Cada día, hace tiempo, subía siempre al desván donde, sujeto a una cadenilla de plata, mantuve a mi ánimo encadenado. Hace tiempo que lo tenía prisionero, no tenía más remedio.

Él, adoraba tumbarse dentro del cálido cuadradito luminoso que un rayito de sol arroja sobre las tablas, siempre alrededor de la media tarde. Mi ánimo es muy singular pues viene y va donde y cuando se le antoja, y eso, no lo puedo consentir.

Cuando subía allí, a visitarle, solía hacerse el dormido. Me sentaba, próximo a él, y escuchaba su respiración lenta, sosegada, como un viento entre los árboles. Como mi propio viento entre los árboles.

Mientras allí me sentaba, siempre me gustó contemplar las partículas de polvo en suspensión, bailando al ritmo de su respiración, subiendo y bajando, haciendo cabriolas y girando en alocados molinetes al compás de un apenas perceptible ronquidito. Las luminosas motitas, parecen nadar en un mar centelleante y encrespado; navegando en su cáscara de nuez con los nervios templados, hacia orillas más allá de la segura línea que marca la frontera de un rayo de sol.

Apreciaba allí siempre una luminiscencia alrededor de su imagen, desvaneciéndose cuando la luz atenúa su intensidad y llegando a su cénit cuando el día es cálido y acogedor. A él le gustaron siempre los lugares luminosos, y son los pequeños rayos que entran a través de las ventanas estrechas, los lugares de su predilección.

Siempre fue mi ánimo un inquilino caprichoso, al que a menudo he tenido que conservar enclaustrado, manteniendo cerradas puertas y ventanas; y que revolotea, dándose golpes contra el techo cuando alguna vez fui descuidada y sin darme cuenta, en un tris-tras se me escapara. Como un canario fugado de su jaula despedía pequeñas bolitas de pelo, mechones emplumados que recuerdan a las plumas desprendidas de un ave desesperada en las mismas circunstancias, mientras intentaba, enojado, encontrar la fina línea que separa su encierro de la libertad.

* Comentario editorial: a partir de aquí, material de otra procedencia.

def write_debt_sheet(wb, result: RunResult, cash_rows: dict) -> None:
    """The Debt sheet of a run with a bankability block.

    Parameters
    ----------
    wb : openpyxl.Workbook
    result : RunResult
        ``extras["bankability"]`` is a :class:`lcoe.bankability.BankabilityBlock`.
    cash_rows : dict
        Row numbers of the CashFlow sheet (from
        :func:`lcoe.export.workbook_sheets.write_cashflow_sheet`).
    """
    from openpyxl.chart import LineChart, Reference
    from openpyxl.styles import Font

    bank = result.extras["bankability"]
    f = bank.finance
    case = result.case
    cur = case["case.currency"]
    n = int(result.base.cashflow.years[-1])
    ws = wb.create_sheet("Debt")
    cf = "CashFlow!"

    r = 1
    title(ws, r, "Loan, tax and returns of the deterministic case (debt sized by the engine on "
                 + ", ".join(f"{c} at {m:.2f}x" for c, m in bank.constraints) + ")")
    r += 2
    sizing_top = r
    r += len(bank.constraints) + 8

    contract = "contract_years" if case.values.get("revenue.contract_years") else \
        "lifetime_years"
    y = YearRows(ws, n, first_row=r)
    y.formula("t", "Year t", "-", f"={cf}{{L}}${cash_rows['t']}", "0")
    for cell in ws[y.rows["t"]]:
        cell.font = Font(bold=True)
    y.formula("tenor", "Year inside the loan tenor (1 = yes)", "-",
              "=IF(AND([t]>=1,[t]<=tenor_years),1,0)", "0")
    y.formula("sold", "Energy sold = delivered x (1 - curtailment)", "kWh",
              f"={cf}{{L}}${cash_rows['E']}*(1-curtailment_fraction)", "#,##0")
    y.formula("price", "Price: contract, then merchant", f"{cur}/kWh",
              f"=IF([t]<=0,0,IF([t]<={contract},tariff_per_kwh*(1+tariff_escalation)^([t]-1),"
              f"merchant_price_per_kwh*(1+merchant_escalation)^([t]-1)))", FMT_PRICE)
    y.formula("revenue", "Revenue", cur, "=[sold]*[price]", FMT_MONEY)
    y.formula("opex", "Operating costs = total cost - capex (CashFlow)", cur,
              f"={cf}{{L}}${cash_rows['total_cost']}-{cf}{{L}}${cash_rows['capex']}", FMT_MONEY)
    y.formula("ebitda", "EBITDA = revenue - operating costs", cur, "=[revenue]-[opex]",
              FMT_MONEY)
    y.values("dep", f"Tax depreciation ({case['tax.depreciation']}; engine schedule)", cur,
             f.depreciation[0], FMT_MONEY)
    y.formula("loan_df", "Discount factor at the loan rate (tenor years)", "-",
              "=[tenor]/(1+interest_rate)^[t]", FMT_FACTOR)
    write_sizing = sizing_rows(wb, ws, y, bank, sizing_top, cf + f"$C${cash_rows['capex']}",
                               cur, int(case["debt.tenor_years"]))
    # loan balance first: interest is needed for tax
    y.formula("opening", "Opening loan balance", cur,
              "=IF([tenor]=1,IF([t]=1,debt_amount,[closing<]),0)", FMT_MONEY)
    y.formula("interest", "Interest = opening balance x loan rate", cur,
              "=[opening]*interest_rate", FMT_MONEY)
    y.formula("principal", "Principal repaid (last tenor year: the whole balance)", cur,
              "=IF([t]=tenor_years,[opening],IF([tenor]=1,[sched]-[interest],0))", FMT_MONEY)
    y.formula("service", "Debt service paid = interest + principal", cur,
              "=[interest]+[principal]", FMT_MONEY)
    y.formula("closing", "Closing loan balance", cur, "=[opening]-[principal]", FMT_MONEY,
              year0="=debt_amount")
    capex = f"{cf}$C${cash_rows['capex']}"
    tax_rows(y, "", "[interest]", cur, capex)
    y.formula("cfads", "CFADS = revenue - operating costs - tax", cur,
              "=[revenue]-[opex]-[tax]", FMT_MONEY)
    y.formula("dscr", "DSCR = CFADS / debt service", "-",
              "=IF([service]>0,[cfads]/[service],\"\")", "0.000")
    y.formula("equity", "Cash flow to equity = CFADS - debt service", cur,
              "=[cfads]-[service]", FMT_MONEY,
              year0="=[cfads]-(" + f"{cf}C${cash_rows['capex']}-debt_amount"
                    "+debt_amount*upfront_fee_fraction)")
    y.formula("pretax", "Project flow before tax = EBITDA - capex", cur,
              "=[ebitda]", FMT_MONEY, year0=f"=[ebitda]-{cf}C${cash_rows['capex']}")
    tax_rows(y, "u_", "0", cur, capex, label=" (unlevered: no interest deducted)")
    y.formula("posttax", "Project flow after unlevered tax", cur, "=[ebitda]-[u_tax]",
              FMT_MONEY, year0=f"=[ebitda]-[u_tax]-{cf}C${cash_rows['capex']}")
    y.values("dscr_engine", "DSCR, engine value (for the chart)", "-", f.dscr[0], "0.000")
    y.finish()
    write_sizing()

    # results
    r = y.row + 2
    title(ws, r, "Results")
    r += 1
    header(ws, r, ("Quantity", "unit", "Workbook formula", "Engine value",
                   "Relative difference"))
    irrs = bank.irr_results()
    c0 = "C"
    results = (
        ("min_dscr", "Minimum DSCR over the tenor", "-", f"=MIN({y.span('dscr')})",
         f.min_dscr[0], "0.0000"),
        ("avg_dscr", "Average DSCR over the tenor", "-", f"=AVERAGE({y.span('dscr')})",
         f.avg_dscr[0], "0.0000"),
        ("llcr", "LLCR = PV of CFADS over the tenor at the loan rate / debt", "-",
         f"=SUMPRODUCT({y.span('cfads')},{y.span('loan_df')})/debt_amount", f.llcr[0],
         "0.0000"),
        ("equity_npv", "NPV of the cash flow to equity at the discount rate", cur,
         f"={c0}{y.rows['equity']}+NPV(discount_rate,{y.span('equity')})", f.npv_equity[0],
         FMT_MONEY),
        ("equity_irr", "Equity IRR", "1/year", f"=IRR({y.span('equity', 0)})",
         irrs["equity"].value, FMT_RATE),
        ("project_irr_pre_tax", "Project IRR before tax", "1/year",
         f"=IRR({y.span('pretax', 0)})", irrs["project_pre_tax"].value, FMT_RATE),
        ("project_irr_post_tax", "Project IRR after unlevered tax", "1/year",
         f"=IRR({y.span('posttax', 0)})", irrs["project_post_tax"].value, FMT_RATE),
    )
    roots = {"equity_irr": irrs["equity"], "project_irr_pre_tax": irrs["project_pre_tax"],
             "project_irr_post_tax": irrs["project_post_tax"]}
    for name, label, unit, formula, value, fmt in results:
        r += 1
        put_text(ws, r, 1, label)
        put_text(ws, r, 2, unit)
        put_formula(ws, r, 3, formula, fmt)
        define_name(wb, name, ws, r, 3)
        if np.isfinite(value):
            engine_columns(ws, r, 3, value, fmt)
        elif name in roots:  # no unique root: list what the engine found
            put_text(ws, r, 4, roots_text(roots[name]))
        else:  # a cover ratio without debt service
            put_text(ws, r, 4, "engine: none (no debt service)")
    r += 1
    put_text(ws, r, 1, "IRR(): the spreadsheet finds one root near its 10 % guess; the engine "
                       "finds every root and reports a value only when there is exactly one "
                       "(a last-year decommissioning cost adds a second sign change).")

    write_cashflow_returns(wb, y, cash_rows, irrs["project_pre_tax"], cur)

    tenor = int(case["debt.tenor_years"])
    chart = LineChart()
    chart.title = "DSCR by year (engine values)"
    chart.y_axis.title = "DSCR [-]"
    chart.x_axis.title = "Year"
    dr = y.rows["dscr_engine"]
    chart.add_data(Reference(ws, min_col=year_col(1), max_col=year_col(tenor), min_row=dr,
                             max_row=dr), from_rows=True, titles_from_data=False)
    chart.set_categories(Reference(ws, min_col=year_col(1), max_col=year_col(tenor),
                                   min_row=y.rows["t"], max_row=y.rows["t"]))
    for series in chart.series:  # straight segments: a smoothed line invents values
        series.smooth = False
        series.marker.symbol = "circle"
    chart.legend = None
    chart.height, chart.width = 8, 18
    ws.add_chart(chart, f"A{r + 2}")
    widths(ws, {"A": 58, "B": 12})
    for t in range(n + 1):
        ws.column_dimensions[col_letter(year_col(t))].width = 14
    ws.freeze_panes = ws.cell(row=y.rows["t"] + 1, column=YEAR0_COL).coordinate
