"""Read and check hourly weather: TMY3, EPW and plain CSV.

Every reader returns a :class:`Weather` whose index marks the **start** of each hour-long
interval in the file's own fixed UTC offset; solar geometry is then evaluated at the interval
centre (start + 30 min), the usual treatment of hourly averages. TMY3 and EPW label each hour by
its end; a plain CSV must say how it labels its hours (``site.weather_time_label``).

Checks on import (each a one-line :class:`~lcoe.case.errors.InputError` naming the file and row):
missing columns, gaps or NaN, irradiance below -10 W/m2 (small negatives are night-time sensor
offsets and are set to 0), GHI above 1500 W/m2, steps that are not one hour, timestamps without
a UTC offset (ambiguous time zone), duplicate timestamps, coverage that is neither one year
of consecutive hours (8760 or 8784) nor whole calendar years, 8784 hours without a 29 February,
air temperature outside -60..60 C (kelvin or Fahrenheit), DHI above GHI, no data rows.
With the site's solar position (:func:`check_against_sun`, called by :func:`lcoe.model.prepare`):
irradiance at night and DNI/DHI that do not add up to GHI in daylight. The file's path and
contents are never echoed beyond a short excerpt.
"""

from __future__ import annotations

import datetime
import io
import re
import stat
from dataclasses import dataclass, field, replace
from pathlib import Path

import numpy as np
import pandas as pd

from lcoe.case.errors import InputError, short_text
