def _hourly_temperature(
    solar_hours_since, day_key, day_doy, k_day, kt_mean_day, month, temp_in, lat, year, temp_range
):
    """Hourly air temperature [C]; see the Notes of :func:`synthesize_year`."""
    doy_h = day_doy[day_key]
    eot_min = np.asarray(pvlib.solarposition.equation_of_time_spencer71(doy_h), dtype=float)
    solar_hour = np.mod(solar_hours_since + eot_min / 60.0, 24.0)  # apparent solar time [h]
    decl = np.asarray(pvlib.solarposition.declination_spencer71(day_doy), dtype=float)
    sunrise_day = 12.0 - np.degrees(_sunset_hour_angle_rad(lat, decl)) / 15.0  # [h], in [0, 12]

    # daily baseline: monthly means placed mid-month, interpolated periodically
    n_year_days = 365
    mid_doy = np.array(
        [
            pd.Timestamp(year, m, 1).day_of_year - 1 + calendar.monthrange(year, m)[1] / 2.0
            for m in range(1, 13)
        ]
    )
    base_day = np.interp(day_doy - 0.5, mid_doy, temp_in, period=n_year_days)

    factor = np.divide(k_day, kt_mean_day, out=np.ones_like(k_day), where=kt_mean_day > 0.0)
    amplitude_day = 0.5 * temp_range * (0.5 + 0.5 * factor)
    temp = base_day[day_key] + _diurnal_temperature(
        solar_hour, sunrise_day[day_key], amplitude_day[day_key]
    )
    counts = np.bincount(month, minlength=12)
    shift = temp_in - np.bincount(month, weights=temp, minlength=12) / counts
    return temp + shift[month]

Por las tardes le cantaba canciones con mi guitarra, más, como yo no sé tocar nada bien, sus bostezos abrían oscuras bocas de pozo en la negra realidad de mis habilidades.
Aun así, en algunas ocasiones, se sentía animado; y era entonces cuando, para mi satisfacción, daba cabriolas, danzaba, saltaba, bailaba, y juntos, nos reíamos hasta bien pasada la hora de la cena. Era en esos momentos cuando me gustaba abrazarlo y cantarle canciones que ya entonces lograba atinar con algo más de pericia, sólo con alguna nota defectuosa, o dos, poco más.

Una vez lo sujeté a la chimenea, consciente de su delicia por el rincón más cálido y acogedor; pero sus tirones desesperados me obligaron a confinarlo de nuevo en el aislado altillo de esta vieja casa, rodeada de bosques infinitos.

Si me sentaba en la estera donde mi propia abuela me cantaba cancioncillas, él venía siempre a acurrucarse en mi regazo. Era entonces cuando, tirándole miguitas de pan, le hacía dar dos vueltas y media en el aire, al compás del tarareo de una vieja tonadilla.

Antes de ponerse el sol, solía ofrecerle licor de melocotón y le canturreaba una nana que aprendí cuando todavía sabía escuchar canciones. Él se ponía muy contento y saboreaba el delicado manjar con una fruición sólo digna de algún rey capaz de rodearse de un ejército de guerreros de terracota.

Pero hoy todo cambió. Hoy sentí frío. Hoy la nieve penetró en la casa del bosque.Casas nevadas en Canadá

Una gélida ventisca se adentró en el interior de la casa, recorriendo las estancias y posándose en cada resquicio. Helando cada mota de polvo.

Cuando subí al desván, la nieve entraba por una ventana rota, cubriendo de blancos copos todos los rincones. Trayendo un invierno antiguo sobre el cálido verano, haciendo huir a la primavera allí donde mi ánimo habitaba hasta aquel mismo día. A través del ventanuco había escapado, tras roer cuidadosamente la cadenilla y escapar por una estrecha abertura en el cristal.
El otoño se había apoderado entonces de la casa del bosque. Un preso que se fugó de su prisión, y se marchó, sin dejarme ni siquiera una nota…

Miré por la ventana, sentada sobre la vieja alfombra, contemplando las motitas de polvo en suspensión; observando como ejecutan molinetes al compás de mi respiración. Sola, sin más lamento que el de mi propio silencio. Sin más verano que el viento gélido a través de un roto cristal.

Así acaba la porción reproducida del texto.